Le bras de fer est engagé entre Israël et le Hamas autour du sort de la centaine d'otages détenus à Gaza. Parmi les options de l'armée israélienne, la "directive Hannibal", un protocole secret visant à ne pas négocier avec l'ennemi.
Article rédigé par Camille Laurent
Radio France
Publié Mis à jour
Temps de lecture : 3 min
En riposte à l'attaque du Hamas, Israël bombarde Gaza, le 9 octobre 2023. (MAHMUD HAMS / AFP)

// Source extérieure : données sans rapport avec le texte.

/* The maxp largest |amplitude| of peaks [size: *npeaks] (with their lag_sd, amp_sd, which may be
 * NULL), kept in lag order; ties keep the earlier peak. */
static void se_keep_largest(se_peak *peaks, size_t *npeaks, double *lag_sd, double *amp_sd,
                            size_t maxp)
{
    size_t np = *npeaks, i, j, out = 0;
    double cut;
    size_t above = 0, at_cut;
    if (np <= maxp || maxp == 0)
        return;
    /* the maxp-th largest magnitude by selection on a copy would need memory; n is small (at most
     * max_peaks + 16 after the refit), so count by pairs */
    cut = INFINITY;
    for (i = 0; i < np; i++) {
        size_t larger = 0;
        for (j = 0; j < np; j++)
            larger += fabs(peaks[j].amplitude) > fabs(peaks[i].amplitude);
        if (larger < maxp && fabs(peaks[i].amplitude) < cut)
            cut = fabs(peaks[i].amplitude);
    }
    for (i = 0; i < np; i++)
        above += fabs(peaks[i].amplitude) > cut;
    at_cut = maxp - above; /* how many of the magnitude equal to cut are kept */
    for (i = 0; i < np; i++) {
        double a = fabs(peaks[i].amplitude);
        if (a < cut || (a == cut && at_cut == 0))
            continue;
        if (a == cut)
            at_cut--;
        peaks[out] = peaks[i];
        if (lag_sd != NULL)
            lag_sd[out] = lag_sd[i];
        if (amp_sd != NULL)
            amp_sd[out] = amp_sd[i];
        out++;
    }
    *npeaks = out;
}
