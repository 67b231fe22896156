/**
 * Thin adapters from the uncertainty modules to the shared numerics (src/numerics), including
 * the natural cubic spline on a uniform grid with its derivative (used by the halo tables).
 */
import { gaussLegendreRule, integrate } from '../numerics/quadrature.js';
import { brent } from '../numerics/roots.js';

export interface GaussRule {
  /** Nodes on [-1, 1], ascending. */
  readonly x: Float64Array;
  /** Weights, summing to 2. */
  readonly w: Float64Array;
}

/** n-point Gauss-Legendre rule on [-1, 1] (shared, cached). */
export function gaussLegendre(n: number): GaussRule {
  const r = gaussLegendreRule(n);
  return { x: r.nodes, w: r.weights };
}

/** Adaptive Gauss-Kronrod integration (shared integrator); used by the slow reference integrators. */
export function adaptiveIntegrate(
  f: (x: number) => number,
  a: number,
  b: number,
  relTol = 1e-10,
  absTol = 0,
  maxDepth = 40,
): number {
  return integrate(f, a, b, { rel: relTol, abs: absTol, maxDepth }).value;
}

/** Root of f bracketed by [a, b] (Brent's method, shared). */
export function brentRoot(f: (x: number) => number, a: number, b: number, xTol = 1e-12, maxIter = 200): number {
  return brent(f, a, b, { tol: xTol, maxIter });
}

export { uniformSpline, splineEval, splineDerivative, type UniformSpline } from '../numerics/interpolate.js';
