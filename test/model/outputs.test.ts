/**
 * One definition per output: the TypeScript type of every JSON output is generated from its JSON
 * Schema in specs/ (scripts/generate-output-types.ts). This fails while a generated module is out
 * of date: after editing a schema, run `npx tsx scripts/generate-output-types.ts`.
 */
import { readFileSync } from 'node:fs';
import { describe, expect, test } from 'vitest';
import { OUTPUT_DIR, OUTPUTS, generateOutputTypes } from '../../scripts/generate-output-types.js';

describe('output types generated from specs/', async () => {
  const generated = await generateOutputTypes();

  test('every output has its module, and the shared blocks theirs', () => {
    expect([...generated.keys()].sort()).toEqual([...OUTPUTS.map((o) => `${o.schema}.ts`), 'shared.ts'].sort());
  });

  test.each([...generated.keys()])('src/model/outputs/%s is up to date with its schema', (name) => {
    expect(readFileSync(new URL(name, OUTPUT_DIR), 'utf8')).toBe(generated.get(name));
  });
});

describe('the check output follows its schema (specs/check.schema.json)', async () => {
  const { Ajv2020 } = await import('ajv/dist/2020.js');
  const { readdirSync } = await import('node:fs');
  const { loadSurveyFile } = await import('../../src/survey/load.js');
  const { describeSurvey } = await import('../../src/survey/describe.js');
  const validate = new Ajv2020({ allErrors: true, strict: false }).compile(
    JSON.parse(readFileSync('specs/check.schema.json', 'utf8')) as object,
  );
  test.each(readdirSync('samples').filter((f) => f.endsWith('.yaml')))('samples/%s', (f) => {
    const ok = validate({ ...describeSurvey(loadSurveyFile(`samples/${f}`)), warnings: [] });
    expect(validate.errors ?? []).toEqual([]);
    expect(ok).toBe(true);
  });
});
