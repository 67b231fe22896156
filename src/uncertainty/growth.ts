/**
 * Linear growth factor D(z) of matter fluctuations in flat Lambda-CDM.
 *
 * Method: the exact growing mode for pressureless matter plus a cosmological constant
 * (Heath 1977, MNRAS 179, 351):
 *
 *     D(a) ∝ E(a) ∫_0^a da' / (a' E(a'))^3,   E(a) = H(a)/H0 = sqrt(Om a^-3 + OL),
 *
 * normalised to D(z = 0) = 1. Radiation is ignored in the growth (its effect on D at z < 10
 * is below 1e-4): E uses only matter and Lambda with OL = 1 - Om, so the model stays flat.
 *
 * Numerics: 1/(a E)^3 = a^{3/2} / (Om + OL a^3)^{3/2}; with a = u^2 the integrand becomes
 * 2 u^4 / (Om + OL u^6)^{3/2}, a smooth function of u on [0, sqrt(a)] that a 32-point
 * Gauss-Legendre rule integrates to ~1e-15 relative (checked against the hypergeometric closed
 * form D ∝ a 2F1(1/3, 1; 11/6; -a^3 OL/Om) in test/uncertainty/growth.test.ts). No table needed:
 * one call costs ~32 flops-heavy evaluations (well under a microsecond).
 */
// the numerics' rule itself (not ./quadrature.js): the loader reaches this module for a bias given
// as {over_growth: B}, and the loader reaches no other module of the uncertainty
import { gaussLegendreRule } from '../numerics/quadrature.js';

const GROWTH_NODES = 32;
/** Growth factors a growth function keeps by redshift (all are dropped when this many are held). */
const GROWTH_KEPT = 4096;

/** Unnormalised growing mode g(a) = E(a) ∫_0^a da'/(a'E)^3 for matter density omegaM (flat). */
function growingMode(omegaM: number, a: number): number {
  const omegaL = 1 - omegaM;
  const { nodes: x, weights: w } = gaussLegendreRule(GROWTH_NODES);
  const uMax = Math.sqrt(a);
  const half = 0.5 * uMax;
  let s = 0;
  for (let i = 0; i < GROWTH_NODES; i++) {
    const u = half * (1 + x[i]!);
    const u2 = u * u;
    const u4 = u2 * u2;
    const den = omegaM + omegaL * u4 * u2;
    s += (w[i]! * 2 * u4) / (den * Math.sqrt(den));
  }
  const integral = s * half;
  const e = Math.sqrt(omegaM / (a * a * a) + omegaL);
  return e * integral;
}

/**
 * Linear growth factor D(z) normalised to D(0) = 1, flat Lambda-CDM with matter density
 * omegaM (0 < omegaM <= 1), radiation ignored. For omegaM = 1 it returns 1/(1+z) (to 1e-15).
 * Throws a RangeError for omegaM outside (0, 1] or z <= -1 / not finite.
 */
export function linearGrowth(omegaM: number, z: number): number {
  if (!(omegaM > 0 && omegaM <= 1)) throw new RangeError(`linearGrowth: omegaM must be in (0, 1], got ${omegaM}`);
  if (!(z > -1) || !Number.isFinite(z))
    throw new RangeError(`linearGrowth: z must be a finite number above -1, got ${z}`);
  return growingMode(omegaM, 1 / (1 + z)) / growingMode(omegaM, 1);
}

/**
 * A growth function bound to one matter density, with the z = 0 normalisation computed once.
 * Returns D(z) with D(0) = 1, kept by z.
 */
export function createGrowth(omegaM: number): (z: number) => number {
  if (!(omegaM > 0 && omegaM <= 1)) throw new RangeError(`createGrowth: omegaM must be in (0, 1], got ${omegaM}`);
  const norm = growingMode(omegaM, 1);
  // D by z (a prediction asks again at the same redshifts: a slice's box, the totals' nodes)
  const kept = new Map<number, number>();
  return (z: number): number => {
    const known = kept.get(z);
    if (known !== undefined) return known;
    if (!(z > -1) || !Number.isFinite(z)) throw new RangeError(`growth: z must be a finite number above -1, got ${z}`);
    const d = growingMode(omegaM, 1 / (1 + z)) / norm;
    if (kept.size >= GROWTH_KEPT) kept.clear();
    kept.set(z, d);
    return d;
  };
}

/**
 * Carroll, Press & Turner 1992 (ARA&A 30, 499, eq. 29) growth-suppression approximation,
 * g(Om, OL) = 2.5 Om / (Om^(4/7) - OL + (1 + Om/2)(1 + OL/70)), with D(z) ≈ g(z) / (g(0) (1+z))
 * using Om(z), OL(z). Exposed for comparison only; the exact integral above is what the code uses.
 */
export function carrollPressTurnerGrowth(omegaM: number, z: number): number {
  const g = (om: number, ol: number): number => (2.5 * om) / (om ** (4 / 7) - ol + (1 + om / 2) * (1 + ol / 70));
  const omegaL = 1 - omegaM;
  const a3 = (1 + z) ** 3;
  const e2 = omegaM * a3 + omegaL;
  const omz = (omegaM * a3) / e2;
  const olz = omegaL / e2;
  return g(omz, olz) / (g(omegaM, omegaL) * (1 + z));
}
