/**
 * Eisenstein & Hu 1998 full transfer function with baryon acoustic oscillations
 * (eqs. 2-24), k in 1/Mpc: T = f_b T_b + f_c T_c (16), with the CDM piece T_c (17-20) and the
 * baryon piece T_b (21-24); parameters z_eq, k_eq, z_d, R, s, k_silk, alpha_c, beta_c, alpha_b,
 * beta_b, beta_node from eqs. 2-15, 23, 24.
 */
export function eisensteinHuFull(p: EhParameters): (kPerMpc: number) => number {
  const { wm, wb, fb, theta } = p;
  const th2 = theta * theta;
  const th4 = th2 * th2;
  const fc = 1 - fb;
  const onePlusZeq = (2.5e4 * wm) / th4; // (2), "really 1 + z" in the authors' code
  const kEq = (7.46e-2 * wm) / th2; // (3), 1/Mpc
  const b1d = 0.313 * wm ** -0.419 * (1 + 0.607 * wm ** 0.674);
  const b2d = 0.238 * wm ** 0.223;
  const zd = ((1291 * wm ** 0.251) / (1 + 0.659 * wm ** 0.828)) * (1 + b1d * wb ** b2d); // (4)
  const rOf = (onePlusZ: number): number => ((31.5 * wb) / th4) * (1000 / onePlusZ); // (5)
  const rd = rOf(1 + zd);
  const req = rOf(onePlusZeq);
  const s =
    (2 / (3 * kEq)) * Math.sqrt(6 / req) * Math.log((Math.sqrt(1 + rd) + Math.sqrt(rd + req)) / (1 + Math.sqrt(req))); // (6), Mpc
  const kSilk = 1.6 * wb ** 0.52 * wm ** 0.73 * (1 + (10.4 * wm) ** -0.95); // (7)
  const a1 = (46.9 * wm) ** 0.67 * (1 + (32.1 * wm) ** -0.532);
  const a2 = (12.0 * wm) ** 0.424 * (1 + (45.0 * wm) ** -0.582);
  const alphaC = a1 ** -fb * a2 ** -(fb * fb * fb); // (11)
  const bb1 = 0.944 / (1 + (458 * wm) ** -0.708);
  const bb2 = (0.395 * wm) ** -0.0266;
  const betaC = 1 / (1 + bb1 * (fc ** bb2 - 1)); // (12)
  const y = onePlusZeq / (1 + zd);
  const sy = Math.sqrt(1 + y);
  const gy = y * (-6 * sy + (2 + 3 * y) * Math.log((sy + 1) / (sy - 1))); // (15)
  const alphaB = 2.07 * kEq * s * (1 + rd) ** -0.75 * gy; // (14)
  const betaNode = 8.41 * wm ** 0.435; // (23)
  const betaB = 0.5 + fb + (3 - 2 * fb) * Math.sqrt((17.2 * wm) ** 2 + 1); // (24)
  const tTilde = (q: number, lnArg: number, alpha: number): number => {
    // (19)-(20): ln(e + 1.8 beta q) / (ln(e + 1.8 beta q) + C q^2), C = 14.2/alpha + 386/(1 + 69.9 q^1.08)
    const c = 14.2 / alpha + 386 / (1 + 69.9 * q ** 1.08);
    return lnArg / (lnArg + c * q * q);
  };
  return (k: number): number => {
    if (k <= 0) return 1;
    const q = k / (13.41 * kEq); // (10)
    const ks = k * s;
    const f = 1 / (1 + (ks / 5.4) ** 4); // (18)
    const lnBeta = Math.log(Math.E + 1.8 * betaC * q);
    const tc = f * tTilde(q, lnBeta, 1) + (1 - f) * tTilde(q, lnBeta, alphaC); // (17)
    const sTilde = s / Math.cbrt(1 + (betaNode / ks) ** 3); // (22)
    const x = k * sTilde;
    const j0 = Math.abs(x) < 1e-4 ? 1 - (x * x) / 6 : Math.sin(x) / x;
    const tb =
      (tTilde(q, Math.log(Math.E + 1.8 * q), 1) / (1 + (ks / 5.2) ** 2) +
        (alphaB / (1 + (betaB / ks) ** 3)) * Math.exp(-((k / kSilk) ** 1.4))) *
      j0; // (21)
    return fb * tb + fc * tc; // (16)
  };
}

Comment libérer la centaine d'otages détenus par le Hamas sans risquer une escalade encore plus sanglante à Gaza ? Ce dilemme est resté sans réponse dans l'allocution de Benyamin Nétanyahou, lundi 9 octobre. Le Premier ministre israélien a promis une attaque "massive" contre le Hamas avec une "force inédite" qui laisse présager la méthode dure face au Hamas. De son côté, le mouvement islamiste palestinien a prévenu qu'un otage sera exécuté à chaque bombardement de Gaza sans préavis.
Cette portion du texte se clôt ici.